◆ **What you will do**
Search the material for the word "append" and copy each line that holds it.

◆ **Supplied records**

####

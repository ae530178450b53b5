// Package demo invents a landlord's portfolio and writes it as the departments
// of such a landlord would: several workbooks in several layouts and languages,
// half empty, with the dirt of years. All names in it are invented.
package demo

import (
	"bytes"
	"fmt"
	"math/rand/v2"
	"os"
	"path/filepath"
	"strings"

	"github.com/xuri/excelize/v2"
	"golang.org/x/text/encoding/charmap"
)

// Landlord is the invented landlord.
const Landlord = "Marrowfen Homes and Halls"

// Options says how much to invent.
type Options struct {
	Buildings int   // 0 is 2000
	Seed      int64 // the same seed gives the same files, byte for byte
}

// Write writes the portfolio into dir and returns its files in the order they
// were made.
func Write(dir string, opt Options) ([]string, error) {
	if opt.Buildings <= 0 {
		opt.Buildings = 2000
	}
	w := &writer{dir: dir, all: stock(opt.Buildings, opt.Seed), r: rand.New(rand.NewPCG(uint64(opt.Seed), 0x64697274))}
	for _, write := range []func() error{w.register, w.technical, w.churches, w.windows, w.meters, w.survey} {
		if err := write(); err != nil {
			return nil, err
		}
	}
	return w.files, nil
}

type writer struct {
	dir   string
	all   []truth
	r     *rand.Rand
	files []string
}

// often is true with the given chance: for holes and dirt.
func (w *writer) often(chance float64) bool { return w.r.Float64() < chance }

// unless leaves a cell empty with the given chance.
func (w *writer) unless(chance float64, v any) any {
	if w.often(chance) {
		return nil
	}
	return v
}

func (w *writer) save(f *excelize.File, name string) error {
	path := filepath.Join(w.dir, name)
	w.files = append(w.files, path)
	if err := f.SaveAs(path); err != nil {
		return fmt.Errorf("write %s: %w", path, err)
	}
	return f.Close()
}

// table writes rows under a title on a sheet, in streaming mode.
func table(f *excelize.File, sheet, title string, rows [][]any) error {
	if _, err := f.NewSheet(sheet); err != nil {
		return err
	}
	s, err := f.NewStreamWriter(sheet)
	if err != nil {
		return err
	}
	if err := s.SetColWidth(1, 24, 15); err != nil {
		return err
	}
	at := 1
	if title != "" {
		if err := s.SetRow("A1", []any{title}); err != nil {
			return err
		}
		if err := s.MergeCell("A1", "F1"); err != nil {
			return err
		}
		at = 4
	}
	for i, row := range rows {
		if err := s.SetRow(fmt.Sprintf("A%d", at+i), row); err != nil {
			return err
		}
	}
	return s.Flush()
}

// spoil puts wrong things into a row of the register, a few in a thousand.
func (w *writer) spoil(row []any, area int) []any {
	switch x := w.r.Float64(); {
	case x < 0.003:
		row[0] = nil // no id
	case x < 0.006:
		if v, ok := row[area].(float64); ok {
			row[area] = -v
		}
	case x < 0.010:
		row[area] = "see plan"
	case x < 0.020:
		if v, ok := row[area].(float64); ok {
			row[area] = fmt.Sprintf("approx. %.0f", v)
		}
	case x < 0.026:
		if v, ok := row[area].(float64); ok {
			row[area] = fmt.Sprintf("%.1f m²", v)
		}
	case x < 0.030:
		row[area] = "n/a"
	}
	return row
}

// year writes a year as offices do.
func (w *writer) year(y int) any {
	switch x := w.r.Float64(); {
	case x < 0.06:
		return nil
	case x < 0.08:
		return fmt.Sprintf("c. %d", y)
	case x < 0.12 && y < 1919:
		return "before 1919"
	case x < 0.16:
		return fmt.Sprintf("%d-%02d", y/10*10, y/10*10%100+9)
	case x < 0.162:
		return 9999
	}
	return y
}

const square = 0.09290304 // m2 per ft2, exact

// register is the estates department's list: the spine of the portfolio.
func (w *writer) register() error {
	f := excelize.NewFile()
	head := []any{"Object no.", "Name", "Street", "Postcode", "Town", "District", "Use", "Attachment", "Year built",
		"Heated floor area", "Volume", "Storeys", "Wall construction", "Roof type", "Ground floor", "Ventilation", "Heating system", "Energy carrier", "Listed building", "Facade must stay"}
	units := []any{nil, nil, nil, nil, nil, nil, nil, nil, nil, "m2", "m3", nil, nil, nil, nil, nil, nil, nil, "yes/no", "yes/no"}
	const area = 9
	sheets := map[string][][]any{}
	names := []string{"Houses", "Apartment blocks", "Other buildings", "Outlying houses"}
	for _, n := range names {
		sheets[n] = [][]any{head, units}
	}
	feet := append([]any{}, units...)
	feet[9], feet[10] = "sq ft", "cu ft"
	sheets["Outlying houses"][1] = feet
	for i := range w.all {
		t := &w.all[i]
		if church(t) {
			continue
		}
		sheet := "Other buildings"
		switch {
		case t.use.IsHouse() && t.town == "Ombermouth":
			sheet = "Outlying houses"
		case t.use.IsHouse():
			sheet = "Houses"
		case t.use.IsHousing():
			sheet = "Apartment blocks"
		}
		row := []any{t.id, w.unless(0.1, t.name), t.street, t.postcode, t.town, t.district, t.use.String(),
			w.unless(0.3, t.attachment.String()), w.year(t.year), t.areaM2, w.unless(0.55, t.volumeM3), w.unless(0.15, t.storeys),
			w.unless(0.5, t.wall), w.unless(0.4, t.roof), w.unless(0.6, t.floor), w.unless(0.35, english[t.ventilation]),
			w.unless(0.2, t.heating), w.unless(0.2, t.carrier), w.unless(0.3, yesNo(t.listed)), w.unless(0.5, yesNo(t.facadeStays))}
		if t.name == "" {
			row[1] = nil
		}
		if sheet == "Outlying houses" {
			row[9] = float64(int(t.areaM2 / square))
			if v, ok := row[10].(float64); ok {
				row[10] = float64(int(v / 0.028316846592))
			}
		}
		row = w.spoil(row, area)
		sheets[sheet] = append(sheets[sheet], row)
		if w.often(0.002) {
			double := append([]any{}, row...)
			double[area] = t.areaM2 + 40
			sheets[sheet] = append(sheets[sheet], double)
		}
	}
	for _, n := range names {
		if err := table(f, n, Landlord+" - estates register, "+strings.ToLower(n)+", state 2025-11-03", sheets[n]); err != nil {
			return err
		}
	}
	notes := [][]any{{"Notes"}, {"Areas are from the rent roll."}, {"Ask the technical department about volumes."}}
	if err := table(f, "Read me", "", notes); err != nil {
		return err
	}
	if err := f.DeleteSheet("Sheet1"); err != nil {
		return err
	}
	return w.save(f, "estates-register.xlsx")
}

func church(t *truth) bool {
	switch t.use.String() {
	case "church", "school", "nursery":
		return true
	}
	return false
}

func yesNo(b bool) string { return map[bool]string{true: "yes", false: "no"}[b] }

// windows is a list of the works department: tab-separated, ids and years.
func (w *writer) windows() error {
	var b bytes.Buffer
	b.WriteString("Building no.\tWindows renewed\tGlazing\n")
	for i := range w.all {
		if t := &w.all[i]; t.windowYear > t.year && w.often(0.5) {
			fmt.Fprintf(&b, "%s\t%d\t%s\n", t.id, t.windowYear, t.glazing)
		}
	}
	return w.write("window-works.tsv", b.Bytes())
}

func (w *writer) write(name string, content []byte) error {
	path := filepath.Join(w.dir, name)
	w.files = append(w.files, path)
	return os.WriteFile(path, content, 0o644)
}

// churches is a semicolon file in French and Windows-1252, as an old database
// exports it.
func (w *writer) churches() error {
	var b strings.Builder
	b.WriteString("N° bâtiment;Désignation;Rue;Ville;Usage;Année de construction;Surface chauffée (m²);Volume (m³);Niveaux;Ventilation;Monument historique\r\n")
	for i := range w.all {
		t := &w.all[i]
		if !church(t) {
			continue
		}
		volume := comma(t.volumeM3)
		if w.often(0.3) {
			volume = "?"
		}
		protected := map[bool]string{true: "oui", false: "non"}[t.listed]
		fmt.Fprintf(&b, "%s;%s;%s;%s;%s;%d;%s;%s;%g;%s;%s\r\n", t.id, t.name, t.street, t.town, french[t.use.String()], t.year,
			comma(t.areaM2), volume, t.storeys, frenchVentilation[t.ventilation], protected)
	}
	enc, err := charmap.Windows1252.NewEncoder().String(b.String())
	if err != nil {
		return err
	}
	return w.write("ecoles-eglises.csv", []byte(enc))
}

func comma(v float64) string { return strings.Replace(fmt.Sprintf("%.1f", v), ".", ",", 1) }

####

◆ **Solution for this problem**
	w.files = append(w.files, path)
	feet := append([]any{}, units...)
		sheets[sheet] = append(sheets[sheet], row)
			double := append([]any{}, row...)
			sheets[sheet] = append(sheets[sheet], double)
	w.files = append(w.files, path)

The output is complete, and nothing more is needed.